▸ PROBLEM DETAILS
In the listing below, repeat exactly every line from the first through the line containing "it('without a size", with nothing else.
(SOURCE MATERIAL Opens)
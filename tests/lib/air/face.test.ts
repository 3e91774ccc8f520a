import fc from 'fast-check';
import { describe, expect, it } from 'vitest';
import { areaOf, diameterOf, ratioOf } from '@/lib/air/face';
import { metres } from '@/lib/units/quantity';
import { amount } from './arbitraries';

const side = amount(0.001, 20).map(metres);

describe('a face', () => {
  it('has the area of its equivalent diameter', () => {
    fc.assert(
      fc.property(side, side, (width, height) => {
        const diameter = diameterOf({ width, height });
        expect(areaOf({ diameter }) / (width * height)).toBeCloseTo(1, 9);
      }),
    );
  });

  it('has a ratio that does not depend on which side is called the width', () => {
    expect(ratioOf({ width: metres(1), height: metres(0.2) })).toBe(0.2);
    expect(ratioOf({ width: metres(0.2), height: metres(1) })).toBe(0.2);
    expect(ratioOf({ diameter: metres(3) })).toBe(1);
  });

  it('without a size is refused', () => {
    expect(() => areaOf({ diameter: metres(0) })).toThrow('diameter must be above 0');
    expect(() => areaOf({ width: metres(1), height: metres(-1) })).toThrow('height');
  });
});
(SOURCE MATERIAL Closes)
▸ TASK SOLUTION
filename tests/lib/air/face.test.ts
repository 3e91774ccc8f520a
import fc from 'fast-check';
import { describe, expect, it } from 'vitest';
import { areaOf, diameterOf, ratioOf } from '@/lib/air/face';
import { metres } from '@/lib/units/quantity';
import { amount } from './arbitraries';

const side = amount(0.001, 20).map(metres);

describe('a face', () => {
  it('has the area of its equivalent diameter', () => {
    fc.assert(
      fc.property(side, side, (width, height) => {
        const diameter = diameterOf({ width, height });
        expect(areaOf({ diameter }) / (width * height)).toBeCloseTo(1, 9);
      }),
    );
  });

  it('has a ratio that does not depend on which side is called the width', () => {
    expect(ratioOf({ width: metres(1), height: metres(0.2) })).toBe(0.2);
    expect(ratioOf({ width: metres(0.2), height: metres(1) })).toBe(0.2);
    expect(ratioOf({ diameter: metres(3) })).toBe(1);
  });

  it('without a size is refused', () => {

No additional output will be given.